Portrait of an Artist: Yoan Capote

Fabien Fryns

A few days into a cigar-tasting trip to Cuba, the urge to explore the local art scene took over, and I remembered a character I had met in New York at an opening at Acquavella Gallery. Hemingway could not have invented him: a Havana-based Spanish adventurer occupied with “recovering national heritage” from the sea, and a major patron of the Cuban art scene.

 

I was soon discovering fascinating work in a sprawling mansion in the middle of Havana. Besides the colourful erotic paintings by and of his artist wife which adorned the sweeping central staircase, one work caught my eye: a set of forged steel bars of the sort that protect the windows of Cuban houses. Four of the bars had been shaped to create profiles of faces, at once human and yet faceless in their inhumanity—a portrait of today’s surveillance culture and the intrusion of the state—any state—into the private life of the individual. Paranoia was my first encounter with the work of Yoan Capote, and it was love at first sight.

 

A meeting was quickly arranged. Capote’s studio struck me as very orderly, efficient and well arranged. Although his work comments on the political situation in Cuba, this is far from being “underground”. Much of his oeuvre addresses oppression, and the restrictions on the freedoms of speech and movement. Even his seascapes describe a sinister reality, fashioned from fish hooks hand-sewn onto the canvas—medium and subject combining as a metaphor for the island as prison with the hostile ocean as its perimeter fence.

 

One work is more powerful than anything I had seen since Ai Weiwei’s Sunflower Seeds. Entitled Stress, it was created over seven years, during which Capote collected 6,000 human teeth from dentists, hospitals, archaeological sites, his friends and his own mouth. These were arranged to suggest an aerial view of a large crowd, on which rocked a shaped concrete block weighing 500kg.

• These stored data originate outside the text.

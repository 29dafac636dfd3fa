import type { Expr, InstanceRef, ProcedureBody, Step, StepRef } from '@/lib/domain/clocks/procedure'

/** Where one step names another, and what it asks of it. */
export interface Reference {
  field: string
  step: string
  outcomes?: string[]
  instance?: InstanceRef
  /** The reference reads what is booked, which needs no computing of the step named. */
  booked: boolean
}

/** Every place in which a step names a step. */
export function referencesOf(step: Step): Reference[] {
  return [
    ...(step.needs ? ofExpr('needs', step.needs) : []),
    ...(step.start?.of ?? []).map((ref) => ofRef('start', ref)),
    ...step.clocks.flatMap((clock, at) => [
      ...(clock.when ? ofExpr(`clocks.${at}.when`, clock.when) : []),
      ...(clock.from ? [ofRef(`clocks.${at}.from`, clock.from)] : []),
      ...(clock.neverAfter ? [ofRef(`clocks.${at}.neverAfter`, clock.neverAfter)] : []),
      ...(clock.notBefore ? [ofRef(`clocks.${at}.notBefore`, clock.notBefore)] : []),
    ]),
  ]
}

function ofRef(field: string, ref: StepRef): Reference {
  const { step, outcome: outcomes, instance, date } = ref
  return { field, step, outcomes, instance, booked: date === 'scheduled' }
}

function ofExpr(field: string, expr: Expr): Reference[] {
  if ('all' in expr) return expr.all.flatMap((part) => ofExpr(field, part))
  if ('any' in expr) return expr.any.flatMap((part) => ofExpr(field, part))
  if ('not' in expr) return ofExpr(field, expr.not)
  if ('outcome' in expr)
    return [
      { field, step: expr.outcome, outcomes: expr.in, instance: expr.instance, booked: false },
    ]
  if ('done' in expr) return [{ field, step: expr.done, instance: expr.instance, booked: false }]
  return []
}

/** The loop of a step, for a body whose loops may be at fault. */
export function loopKeyOf(body: ProcedureBody, step: string): string | undefined {
  return body.loops.find((loop) => loop.scope.includes(step))?.key
}
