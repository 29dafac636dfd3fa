import type { CivilDate } from '@/lib/domain/clocks/civil-date'
import type { DerivationLine } from '@/lib/domain/clocks/derivation'
import type { Terms } from '@/lib/domain/clocks/facts'
import type { FactIndex } from '@/lib/domain/clocks/fact-index'
import {
  loopOf,
  stepOf,
  type Expr,
  type ProcedureBody,
  type StartRule,
  type Step,
  type StepRef,
} from '@/lib/domain/clocks/procedure'
import { datedEvent, receivedByUtility } from '@/lib/domain/clocks/receipt'
import { sayDate } from '@/lib/domain/clocks/say'
import type { OrganizationRules, Parties, ScheduledItem } from '@/lib/domain/clocks/schedule-types'

export interface Node extends ScheduledItem {
  /** The outcome counts only until a person confirms it. */
  presumed: boolean
}

/** A three-valued answer: null is not known yet. */
export interface Truth {
  value: boolean | null
  provisional: boolean
}

export type Resolved =
  | {
      state: 'met'
      on: CivilDate
      /** Something of ours that the utility received: its receipt rule moves day 0. */
      received: boolean
      afterHours: boolean
      provisional: boolean
      lines: DerivationLine[]
    }
  | { state: 'open' }
  /** Done, but nobody recorded when: it lies before the application was taken over. */
  | { state: 'undated' }
  | { state: 'never' }

export interface Graph {
  body: ProcedureBody
  index: FactIndex
  parties: Parties
  terms: Terms
  node(step: string, instance: number): Node
  /** How many rounds of the step there are; one outside loops, none of an unrecorded anytime step. */
  instances(step: string): number
}

/**
 * Whose hour, receipt rule and calendar hold for a step: the organization that acts, or the one
 * that receives what the applicant sends; else the operator.
 */
export function rulesFor(parties: Parties, step: Pick<Step, 'party' | 'to'>): OrganizationRules {
  const role = step.party
  if (role === 'applicant' || role === 'both' || role === 'other')
    return (step.to && parties[step.to]) ?? parties.operator
  return parties[role] ?? parties.operator
}

/** Whether a reference from one step to another stays in the same round. */
function sameRound(graph: Graph, from: Step, step: string): boolean {
  const loop = loopOf(graph.body, step)
  if (loop !== undefined) return loop === loopOf(graph.body, from.key)
  const { kind } = stepOf(graph.body, step)
  return from.kind === 'recurring' && (kind === 'anytime' || kind === 'recurring')
}

/** The round a reference means; 0 where there is none yet. */
function targetInstance(
  graph: Graph,
  ref: { step: string; instance?: string },
  from: Step,
  instance: number,
): number {
  if (ref.instance === 'previous') return instance - 1
  const same = ref.instance !== 'latest' && sameRound(graph, from, ref.step)
  return same ? instance : graph.instances(ref.step)
}

/** Whether an expression over outcomes and terms holds for this round of the step. */
export function evaluate(graph: Graph, expr: Expr, from: Step, instance: number): Truth {
  if ('all' in expr)
    return combine(
      expr.all.map((part) => evaluate(graph, part, from, instance)),
      false,
    )
  if ('any' in expr)
    return combine(
      expr.any.map((part) => evaluate(graph, part, from, instance)),
      true,
    )
  if ('not' in expr) {
    const inner = evaluate(graph, expr.not, from, instance)
    return { ...inner, value: inner.value === null ? null : !inner.value }
  }
  if ('term' in expr) return { value: compareTerm(graph.terms, expr), provisional: false }
  if ('instanceAbove' in expr) return { value: instance > expr.instanceAbove, provisional: false }
  const ref =
    'outcome' in expr
      ? { step: expr.outcome, instance: expr.instance }
      : { step: expr.done, instance: expr.instance }
  const at = targetInstance(graph, ref, from, instance)
  if (at < 1) return { value: false, provisional: false }
  const node = graph.node(ref.step, at)
  const wanted = 'outcome' in expr ? expr.in : null
  return truthOf(graph, node, wanted, sameRound(graph, from, ref.step))
}

/** Inside one loop a round is decided by itself; only from outside may a further round matter. */
function truthOf(graph: Graph, node: Node, wanted: string[] | null, inRound: boolean): Truth {
  const provisional = node.provisional || node.presumed
  if (node.status === 'not_needed' || node.status === 'closed') return { value: false, provisional }
  const ended = node.status === 'done' || node.status === 'waived'
  if (!ended && !node.presumed) return unknown
  if (wanted === null) return { value: true, provisional }
  if (node.outcome === null) return unknown
  if (wanted.includes(node.outcome)) return { value: true, provisional }
  if (node.presumed || (!inRound && mayComeAgain(graph, node))) return unknown
  return { value: false, provisional }
}

const unknown: Truth = { value: null, provisional: false }

/** Whether the loop of this step may still bring another round. */
function mayComeAgain(graph: Graph, node: Node): boolean {
  const loop = loopOf(graph.body, node.step)
  if (!loop || node.instance < graph.instances(node.step)) return false
  if (loop.max !== undefined && node.instance >= loop.max) return false
  if (loop.again.step === node.step) return false
  const again = graph.node(loop.again.step, node.instance)
  return again.status === 'open' || again.status === 'waiting' || again.status === 'stopped'
}

function combine(parts: Truth[], any: boolean): Truth {
  const deciding = parts.filter((part) => part.value === any)
  if (deciding.length > 0)
    return { value: any, provisional: deciding.every((part) => part.provisional) }
  if (parts.some((part) => part.value === null)) return unknown
  return { value: !any, provisional: parts.some((part) => part.provisional) }
}

function compareTerm(terms: Terms, expr: Extract<Expr, { term: string }>): boolean | null {
  const found = (terms as Record<string, unknown>)[expr.term]
  if (found === undefined) return null
  const { op, value } = expr
  if (op === '=') return found === value
  if (op === '!=') return found !== value
  if (typeof found !== 'number' || typeof value !== 'number') return null
  if (op === '<') return found < value
  if (op === '<=') return found <= value
  return op === '>' ? found > value : found >= value
}

/** The date a reference gives this round of the step, or why it gives none. */
export function resolveRef(graph: Graph, ref: StepRef, from: Step, instance: number): Resolved {
  const target = stepOf(graph.body, ref.step)
  const at = targetInstance(graph, ref, from, instance)
  if (at < 1) return { state: 'never' }
  if (ref.date === 'scheduled') return bookedDate(graph, target, at, from)
  const node = graph.node(ref.step, at)
  if (ref.date === 'due') return dueDate(node)
  const truth = truthOf(graph, node, ref.outcome ?? null, sameRound(graph, from, ref.step))
  if (truth.value === false) return { state: 'never' }
  if (truth.value === true) return eventOf(graph, ref, target, node)
  const sure = ref.outcome === undefined || target.outcomes.length === 1
  const ahead = node.status === 'open' || node.status === 'waiting' || node.status === 'stopped'
  return sure && ahead ? bookedDate(graph, target, at, from) : { state: 'open' }
}

function dueDate(node: Node): Resolved {
  if (!node.dueOn) return { state: node.status === 'not_needed' ? 'never' : 'open' }
  return {
    state: 'met',
    on: node.dueOn,
    received: false,
    afterHours: false,
    provisional: node.provisional,
    lines: [startLine(node, node.dueOn, 'due')],
  }
}

function eventOf(graph: Graph, ref: StepRef, target: Step, node: Node): Resolved {
  const fact = graph.index.event(node.step, node.instance)
  const rules = rulesFor(graph.parties, target)
  const event = fact && datedEvent(fact, target, ref.date ?? 'received', rules)
  const on = event?.on ?? node.doneOn ?? (node.presumed ? node.dueOn : null)
  if (!on) return { state: node.status === 'done' || node.status === 'waived' ? 'undated' : 'open' }
  const happened = ref.date === 'sent' ? 'sent' : 'received'
  const basis = event ? happened : node.presumed ? 'presumed' : 'done'
  return {
    state: 'met',
    on,
    received: event !== null && event !== undefined && receivedByUtility(target),
    afterHours: event?.afterHours ?? false,
    provisional: node.provisional || node.presumed,
    lines: [startLine(node, on, basis), ...(event?.lines ?? [])],
  }
}

/**
 * The day a step is booked for; once it happened, the day it did, except for its own clock,
 * which goes on saying what was booked.
 */
function bookedDate(graph: Graph, target: Step, instance: number, from: Step): Resolved {
  const event = graph.index.event(target.key, instance)
  const rules = rulesFor(graph.parties, target)
  const happened = event && datedEvent(event, target, 'received', rules)
  if (happened && from.key !== target.key)
    return {
      ...happened,
      received: false,
      state: 'met',
      provisional: false,
      lines: [
        {
          kind: 'start',
          on: happened.on,
          text: `Starts from: ${target.title}, ${sayDate(happened.on)}.`,
        },
        ...happened.lines,
      ],
    }
  const on = graph.index.booked(target.key, instance)?.dueOn
  if (!on) return { state: 'open' }
  const text = `${target.title}, booked for ${sayDate(on)}.`
  return {
    state: 'met',
    on,
    received: false,
    afterHours: false,
    provisional: !happened,
    lines: [{ kind: 'start', on, text }],
  }
}

function startLine(node: Node, on: CivilDate, basis: string): DerivationLine {
  const round = node.instance > 1 ? `, round ${node.instance}` : ''
  return { kind: 'start', on, text: `Starts from: ${node.title}${round}, ${basis} ${sayDate(on)}.` }
}

/** What starts this round of the step: the last of all, or the first of any. */
export function resolveStart(
  graph: Graph,
  rule: StartRule,
  from: Step,
  instance: number,
): Resolved {
  const inRound = rule.of.filter((ref) => instance > 1 === (ref.instance === 'previous'))
  const hasPrevious = rule.of.some((ref) => ref.instance === 'previous')
  const refs = hasPrevious ? inRound : rule.of
  const found = refs.map((ref) => resolveRef(graph, ref, from, instance))
  const needed = found.filter((one) => one.state !== 'never')
  if (needed.length === 0) return { state: 'never' }
  const dated = needed.filter((one) => one.state !== 'undated')
  if (dated.length === 0) return { state: 'undated' }
  const met = dated.filter((one) => one.state === 'met')
  const someUndated = rule.mode === 'any' && dated.length < needed.length
  if (met.length === 0) return { state: someUndated ? 'undated' : 'open' }
  if (rule.mode === 'all' && met.length < dated.length) return { state: 'open' }
  const chosen = met.reduce((a, b) => (isLater(a, b) === (rule.mode === 'all') ? b : a))
  const provisional = rule.mode === 'all' ? met.some((one) => one.provisional) : chosen.provisional
  return { ...chosen, provisional }
}

type Met = Extract<Resolved, { state: 'met' }>

/** Whether the second counts from a later day 0 than the first. */
function isLater(a: Met, b: Met): boolean {
  return b.on > a.on || (b.on === a.on && b.afterHours && !a.afterHours)
}
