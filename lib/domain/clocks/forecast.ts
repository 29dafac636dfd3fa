import { addDays, daysBetween, later, type CivilDate } from '@/lib/domain/clocks/civil-date'
import { effectiveFacts, type Fact } from '@/lib/domain/clocks/facts'
import {
  loopOf,
  stepOf,
  type ClockRule,
  type ProcedureBody,
  type Step,
  type StepRef,
} from '@/lib/domain/clocks/procedure'
import type { Schedule, ScheduledItem } from '@/lib/domain/clocks/schedule-types'
import { workingDue } from '@/lib/domain/clocks/working-due'

export const paces = ['shortest', 'likely', 'longest'] as const
export type Pace = (typeof paces)[number]

export interface StepForecast {
  step: string
  instance: number
  title: string
  stage: string
  /** Always provisional: the day on which the step is expected to be done. */
  shortestOn: CivilDate
  likelyOn: CivilDate
  longestOn: CivilDate
  /** What the length of the step was taken from. */
  basis: 'booked' | 'typical' | 'due' | 'clock'
}

export interface Forecast {
  asOfOn: CivilDate
  /** The open steps on the usual way ahead, in the order of the procedure. */
  steps: StepForecast[]
  /** The step that puts the facility in operation; null where the chain breaks before it. */
  operation: StepForecast | null
  /** Steps whose length nobody gave: from them on nothing can be foreseen. */
  gaps: { step: string; title: string }[]
}

/**
 * When the open steps may be done, chained from what is done: shortest, likely and longest.
 *
 * A booked day is used as it is booked. Else a step takes its `typical` calendar days; without
 * them one of ours takes until it is due, and any other the length of its clock. Nothing is
 * foreseen before `asOfOn`. Further rounds of a loop are not foreseen. Pure; no clock inside.
 */
export function forecast(
  body: ProcedureBody,
  schedule: Schedule,
  facts: readonly Fact[],
  asOfOn: CivilDate,
): Forecast {
  const none = { asOfOn, steps: [], operation: null, gaps: [] }
  if (schedule.standing === 'withdrawn') return none
  const chain = chainOf(body, schedule, facts, asOfOn)
  const open = schedule.items.filter((item) => isAhead(item))
  const steps = open.flatMap((item) => chain.forecastOf(item) ?? [])
  const operation = steps.find((one) => one.step === body.operationStep) ?? null
  const gaps = open
    .filter((item) => chain.lengthOf(item) === null)
    .map(({ step, title }) => ({ step, title }))
  return { asOfOn, steps, operation, gaps }
}

/** A step on the usual way that is still to be done. */
function isAhead(item: ScheduledItem): boolean {
  if (item.obligation !== '' || !item.onLine) return false
  if (item.kind === 'anytime' || item.kind === 'recurring') return false
  return item.status === 'waiting' || item.status === 'open' || item.status === 'stopped'
}

type Length = Pick<StepForecast, 'basis'> & { days: Record<Pace, number> | null }

interface Chain {
  forecastOf(item: ScheduledItem): StepForecast | null
  lengthOf(item: ScheduledItem): Length | null
}

function chainOf(
  body: ProcedureBody,
  schedule: Schedule,
  facts: readonly Fact[],
  asOfOn: CivilDate,
): Chain {
  const latest = latestRounds(schedule.items)
  const booked = bookedDays(facts)
  const ends = new Map<string, CivilDate | null>()

  const lengthOf = (item: ScheduledItem): Length | null => {
    if (booked.has(keyOf(item))) return { basis: 'booked', days: null }
    return lengthOfStep(stepOf(body, item.step), item)
  }

  const endOf = (item: ScheduledItem, pace: Pace): CivilDate | null => {
    if (!isAhead(item)) return item.doneOn
    const key = `${keyOf(item)} ${pace}`
    const known = ends.get(key)
    if (known !== undefined) return known
    // A circle among open steps foresees nothing; validation refuses it beforehand.
    ends.set(key, null)
    const made = madeEnd(item, pace)
    ends.set(key, made)
    return made
  }

  const madeEnd = (item: ScheduledItem, pace: Pace): CivilDate | null => {
    const day = booked.get(keyOf(item))
    if (day) return later(day, asOfOn)
    const length = lengthOf(item)
    const startOn = item.startOn ?? startOf(item, pace)
    if (!length?.days || !startOn) return null
    return later(addDays(startOn, length.days[pace]), asOfOn)
  }

  const startOf = (item: ScheduledItem, pace: Pace): CivilDate | null => {
    const { start } = stepOf(body, item.step)
    if (!start) return asOfOn
    const dates = before(start.of, item).flatMap((one) =>
      isUsual(one) ? [endOf(one, pace) ?? (isAhead(one) ? null : asOfOn)] : [],
    )
    if (dates.length === 0) return null
    const known = dates.filter((on) => on !== null)
    if (start.mode === 'any')
      return known.length > 0 ? known.reduce((a, b) => (a < b ? a : b)) : null
    return known.length === dates.length ? known.reduce(later) : null
  }

  const before = (refs: readonly StepRef[], item: ScheduledItem): ScheduledItem[] =>
    refs
      .filter((ref) => ref.instance !== 'previous')
      .flatMap((ref) => {
        const loop = loopOf(body, ref.step)
        const same = loop !== undefined && loop === loopOf(body, item.step)
        return (same && latest.get(`${ref.step}#${item.instance}`)) || latest.get(ref.step) || []
      })

  return {
    lengthOf,
    forecastOf(item) {
      const [shortestOn, likelyOn, longestOn] = paces.map((pace) => endOf(item, pace))
      if (!shortestOn || !likelyOn || !longestOn) return null
      const { step, instance, title, stage } = item
      const { basis } = lengthOf(item)!
      return { step, instance, title, stage, shortestOn, likelyOn, longestOn, basis }
    },
  }
}

/** Steps that are not needed, or were overtaken or left, hold nothing up. */
function isUsual(item: ScheduledItem): boolean {
  return isAhead(item) || item.status === 'done' || item.status === 'waived'
}

const keyOf = (item: Pick<ScheduledItem, 'step' | 'instance'>) => `${item.step}#${item.instance}`

/** Each round of a step by its key, and the latest by the key of the step alone. */
function latestRounds(items: readonly ScheduledItem[]): Map<string, ScheduledItem> {
  const found = new Map<string, ScheduledItem>()
  for (const item of items) {
    if (item.obligation !== '') continue
    found.set(keyOf(item), item)
    const known = found.get(item.step)
    if (!known || known.instance < item.instance) found.set(item.step, item)
  }
  return found
}

function bookedDays(facts: readonly Fact[]): Map<string, CivilDate> {
  const days = new Map<string, CivilDate>()
  for (const fact of effectiveFacts(facts))
    if (fact.kind === 'scheduled' && fact.step && fact.dueOn)
      days.set(`${fact.step}#${fact.instance}`, fact.dueOn)
  return days
}

function lengthOfStep(step: Step, item: ScheduledItem): Length | null {
  if (step.typical) return { basis: 'typical', days: step.typical }
  const dueOn = workingDue(item)
  if (dueOn && item.startOn) return { basis: 'due', days: even(daysBetween(item.startOn, dueOn)) }
  const clock =
    step.clocks.find((one) => !one.when && !one.from) ?? step.clocks.find((one) => !one.from)
  if (clock) return { basis: 'clock', days: even(calendarDaysOf(clock)) }
  const bound = step.clocks.some((one) => one.from?.date === 'due')
  return bound ? { basis: 'clock', days: even(0) } : null
}

const even = (days: number): Record<Pace, number> => ({
  shortest: days,
  likely: days,
  longest: days,
})

/** A clock's length in calendar days, holidays left out: good enough to foresee with. */
function calendarDaysOf({ length, unit }: ClockRule): number {
  if (unit === 'business_day') return Math.ceil((length * 7) / 5)
  if (unit === 'month') return Math.round(length * 30.44)
  return unit === 'year' ? Math.round(length * 365.25) : length
}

As well as the visual and kinetic impact of the work, it was accompanied by an aural dimension: the sounds of thousands of human teeth grinding, as if afflicted by a mass outbreak of bruxism.

 

Despite Capote’s increasing international success, he remains adamant on keeping his base in Havana. “My works are the result of a constant intent for translating into a physical experience our psychological or inner conflicts,” he says. “Art for me is a form of psychological analysis and a guarantee of sanity.” It is perhaps the challenging conditions and paradoxes of life in Cuba that lead not to despair but instead to the expansion of his being and his artistic practice.

 

Yoan Capote’s work is currently on show at the Gwangju Biennale, South Korea.